Control of termites by imidacloprid injection was 100% efficient against C. gestroi and the other three termite species infesting the evaluated trees. The occurrence of new infestations was only 2.5% and only on trees initially identified as noninfested by termites. Treatment with thiamethoxam on these new infestations also showed 100% efficacy.

Both imidacloprid and thiamethoxam are neonicotinoids, a class of insecticides with a common mode of action that affects the central nervous system of insects, causing paralysis and death (EPA 2014). Results on soil treatment provide strong evidence that the field application of imidacloprid can have severe effects on subterranean termite colonies (Haagsma & Rust 2007, Parma & Vargo 2010), but few studies evaluated its efficacy when applied in trees.
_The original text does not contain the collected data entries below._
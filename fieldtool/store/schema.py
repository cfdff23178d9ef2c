"""The store's tables, its forward migrations, and the technician role an administrator creates.

Everything lives in the schema ``fieldtool`` of the database the address names:

- ``records``: one row per history line, the line whole (``line``) beside the columns of
  ``columns.COLUMNS``; ``(id, version)`` is unique: version 0 is the first content seen for an
  id, 1, 2, ... are conflicting contents (kept, as ``logs merge`` keeps them). Append-only for
  everyone: a statement trigger refuses UPDATE, DELETE and TRUNCATE (an administrator who
  must remove data disables it deliberately), and the technician role has no such privilege.
- ``boards``, ``sessions``, ``actions`` and ``board_view``: what the fleet view needs, kept
  up to date by the server on every insert (``summaries``).
- ``meta``: the schema version, the store's id, and the fingerprints of the summaries' logic
  (``summaries.DERIVED``, ``summaries.SUMMARY``); ``store init`` rebuilds the summaries when
  one differs from this fieldtool's.

``MIGRATIONS[v]`` takes a store from version v to v + 1; ``store init`` applies the missing
ones in one transaction under an advisory lock.
"""

from __future__ import annotations

import uuid

from fieldtool.store.errors import StoreSchemaError
from fieldtool.store.summaries import DERIVED, SUMMARY, rebuild

TECHNICIAN_ROLE = "fieldtool_technician"
MIN_SERVER = 150000  # the oldest release the tests run against (Debian 12 ships 15)


_V1 = """
CREATE SCHEMA fieldtool;
REVOKE ALL ON SCHEMA fieldtool FROM PUBLIC;

CREATE TABLE fieldtool.meta (key text PRIMARY KEY, value text NOT NULL);

CREATE TABLE fieldtool.records (
    seq bigint GENERATED ALWAYS AS IDENTITY,
    id text COLLATE "C" NOT NULL,
    version integer NOT NULL DEFAULT 0 CHECK (version >= 0),
    profile text COLLATE "C" NOT NULL,
    board text COLLATE "C" NOT NULL,
    kind text COLLATE "C" NOT NULL,
    session text COLLATE "C",
    tk text COLLATE "C" NOT NULL,
    us bigint,
    schema_version integer NOT NULL,
    designator text COLLATE "C",
    mode text COLLATE "C",
    outcome text COLLATE "C",
    line text NOT NULL,
    pushed_at timestamptz NOT NULL DEFAULT now(),
    UNIQUE (id, version)
);
CREATE INDEX records_board ON fieldtool.records (board);

CREATE TABLE fieldtool.boards (
    profile text COLLATE "C" NOT NULL,
    board text COLLATE "C" NOT NULL,
    records bigint NOT NULL,
    legacy bigint NOT NULL,  -- records without a session id: summarised from their lines
    PRIMARY KEY (profile, board)
);
CREATE TABLE fieldtool.sessions (
    profile text COLLATE "C" NOT NULL,
    board text COLLATE "C" NOT NULL,
    session text COLLATE "C" NOT NULL,
    first_tk text COLLATE "C" NOT NULL,
    first_us bigint,
    opened_tk text COLLATE "C",
    opened_us bigint,
    closed_tk text COLLATE "C",
    closed_seq bigint,
    outcome text COLLATE "C",
    verified_tk text COLLATE "C",
    PRIMARY KEY (profile, board, session)
);
CREATE TABLE fieldtool.actions (
    profile text COLLATE "C" NOT NULL,
    board text COLLATE "C" NOT NULL,
    session text COLLATE "C" NOT NULL,
    seq bigint NOT NULL,
    tk text COLLATE "C" NOT NULL,
    designator text COLLATE "C" NOT NULL,
    mode text COLLATE "C" NOT NULL,
    schema_version integer NOT NULL
);
CREATE INDEX actions_session ON fieldtool.actions (profile, board, session);
CREATE TABLE fieldtool.board_view (
    profile text COLLATE "C" NOT NULL,
    board text COLLATE "C" NOT NULL,
    repairs integer NOT NULL,  -- sessions that confirmed a failure
    first text COLLATE "C",  -- the first and last repair's start
    last text COLLATE "C",
    gaps float8[],  -- days between successive repairs
    outcomes text[],  -- sessions by outcome ("open" while not closed)
    outcome_counts integer[],
    designators text[],  -- confirmed failures: part, mode, repairs, verified
    modes text[],
    counts integer[],
    verified integer[],
    repeated text[],  -- parts repaired more than once: part, shortest gap in days,
    shortest float8[],  -- how many repairs, their modes and starts (flattened)
    repeats integer[],
    repeat_modes text[],
    repeat_times text[],
    PRIMARY KEY (profile, board)
);

CREATE FUNCTION fieldtool.append_only() RETURNS trigger
LANGUAGE plpgsql SET search_path = pg_catalog, pg_temp AS $$
BEGIN
    RAISE EXCEPTION 'fieldtool store records are append-only: % refused', TG_OP
        USING ERRCODE = 'insufficient_privilege',
        HINT = 'records are only ever added; a conflicting record is kept beside the other';
END $$;
CREATE TRIGGER records_append_only BEFORE UPDATE OR DELETE OR TRUNCATE ON fieldtool.records
FOR EACH STATEMENT EXECUTE FUNCTION fieldtool.append_only();
"""

MIGRATIONS: tuple[str, ...] = (_V1,)  # MIGRATIONS[v]: version v -> v + 1
LATEST = len(MIGRATIONS)


def _meta(conn, key: str) -> str | None:
    row = conn.execute("SELECT value FROM fieldtool.meta WHERE key = %s", (key,)).fetchone()
    return row[0] if row else None


def _set_meta(conn, key: str, value: str) -> None:
    conn.execute(
        "INSERT INTO fieldtool.meta VALUES (%s, %s) "
        "ON CONFLICT (key) DO UPDATE SET value = excluded.value",
        (key, value),
    )


def current_version(conn) -> int:
    """The store's schema version; 0 when the database holds no store yet."""
    found = conn.execute("SELECT to_regclass('fieldtool.meta') IS NOT NULL").fetchone()[0]
    if not found:
        return 0
    value = _meta(conn, "schema_version")
    if value is None or not value.isdigit():
        raise StoreSchemaError(
            "the schema 'fieldtool' exists but holds no schema version; it was not made by "
            "'fieldtool store init' (use another database, or drop that schema)"
        )
    return int(value)


def check_version(conn, shown: str) -> None:
    """Refuse a database that is not a store of this version (with what to do about it)."""
    version = current_version(conn)
    if version == 0:
        raise StoreSchemaError(
            f"{shown} holds no fieldtool store yet; an administrator creates it with "
            f"'fieldtool store init --store URL'"
        )
    if version > LATEST:
        raise StoreSchemaError(
            f"the store at {shown} is at schema version {version}, newer than this fieldtool "
            f"knows ({LATEST}); upgrade fieldtool"
        )
    if version < LATEST:
        raise StoreSchemaError(
            f"the store at {shown} is at schema version {version}, this fieldtool needs "
            f"{LATEST}; an administrator upgrades it with 'fieldtool store init --store URL'"
        )


def summaries_match(conn, shown: str) -> bool:
    """Whether the store's per-board counts were made with this fieldtool's catalogue.

    Raises:
        StoreSchemaError: its sessions are summarised by rules this version does not share.
    """
    if _meta(conn, "derived") != DERIVED:
        raise StoreSchemaError(
            f"the store at {shown} summarises sessions as another fieldtool version does; "
            "an administrator rebuilds the summaries with 'fieldtool store init --store URL'"
        )
    return _meta(conn, "summary") == SUMMARY


def migrate(conn) -> tuple[int, int, bool]:
    """Create or upgrade the store in one transaction.

    Returns:
        (version before, version after, whether the summaries were rebuilt).
    """
    with conn.transaction():
        conn.execute("SELECT pg_advisory_xact_lock(hashtext('fieldtool store init'))")
        server = conn.info.server_version
        if server < MIN_SERVER:
            raise StoreSchemaError(
                f"the server is PostgreSQL {server // 10000}; a store needs 15 or newer"
            )
        encoding = conn.execute("SELECT current_setting('server_encoding')").fetchone()[0]
        if encoding != "UTF8":
            raise StoreSchemaError(
                f"the database's encoding is {encoding}; a store needs UTF8 (CREATE DATABASE "
                "... ENCODING 'UTF8' TEMPLATE template0)"
            )
        before = current_version(conn)
        if before > LATEST:
            raise StoreSchemaError(
                f"the store is at schema version {before}, newer than this fieldtool knows "
                f"({LATEST}); upgrade fieldtool"
            )
        for step in MIGRATIONS[before:]:
            conn.execute(step)
        if before == 0:
            _set_meta(conn, "store_id", uuid.uuid4().hex)
        _set_meta(conn, "schema_version", str(LATEST))
        rebuilt = _meta(conn, "derived") != DERIVED or _meta(conn, "summary") != SUMMARY
        if rebuilt:
            rebuild(conn)
            _set_meta(conn, "derived", DERIVED)
            _set_meta(conn, "summary", SUMMARY)
    return before, LATEST, rebuilt and before > 0


def technician_sql(database: str, owner: str, role: str = TECHNICIAN_ROLE) -> str:
    """The SQL an administrator runs once to create the technicians' append-only role."""

    def ident(name: str) -> str:
        return '"' + name.replace('"', '""') + '"'

    r, db, own = ident(role), ident(database), ident(owner)
    return f"""-- Run once as an administrator (the store's owner or a superuser) in database {db}.
CREATE ROLE {r} NOLOGIN;
GRANT CONNECT, TEMPORARY ON DATABASE {db} TO {r};
GRANT USAGE ON SCHEMA fieldtool TO {r};
GRANT SELECT ON ALL TABLES IN SCHEMA fieldtool TO {r};
GRANT INSERT ON fieldtool.records TO {r};
REVOKE UPDATE, DELETE, TRUNCATE ON ALL TABLES IN SCHEMA fieldtool FROM {r};
ALTER DEFAULT PRIVILEGES FOR ROLE {own} IN SCHEMA fieldtool GRANT SELECT ON TABLES TO {r};
-- Then one login per technician (the password goes in the laptop's ~/.pgpass, never in a
-- fieldtool setting), for example:
--   CREATE ROLE ana LOGIN IN ROLE {r};
--   \\password ana"""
Osbrink & Lax (2003) reported observing symptomatic termites of Coptotermes formosanus (Shiraki) 46 m from treated trees with imidacloprid, suggesting that toxic doses can be transferred over long distances. Thiamethoxam showed efficacy against subterranean termites but only under laboratory conditions (Remmen & Su 2005). Thus, this is the first report on the efficacy of thiamethoxam and imidacloprid in urban trees subjected to intensive monitoring of subterranean termites in the field that showed a strong control response for many years.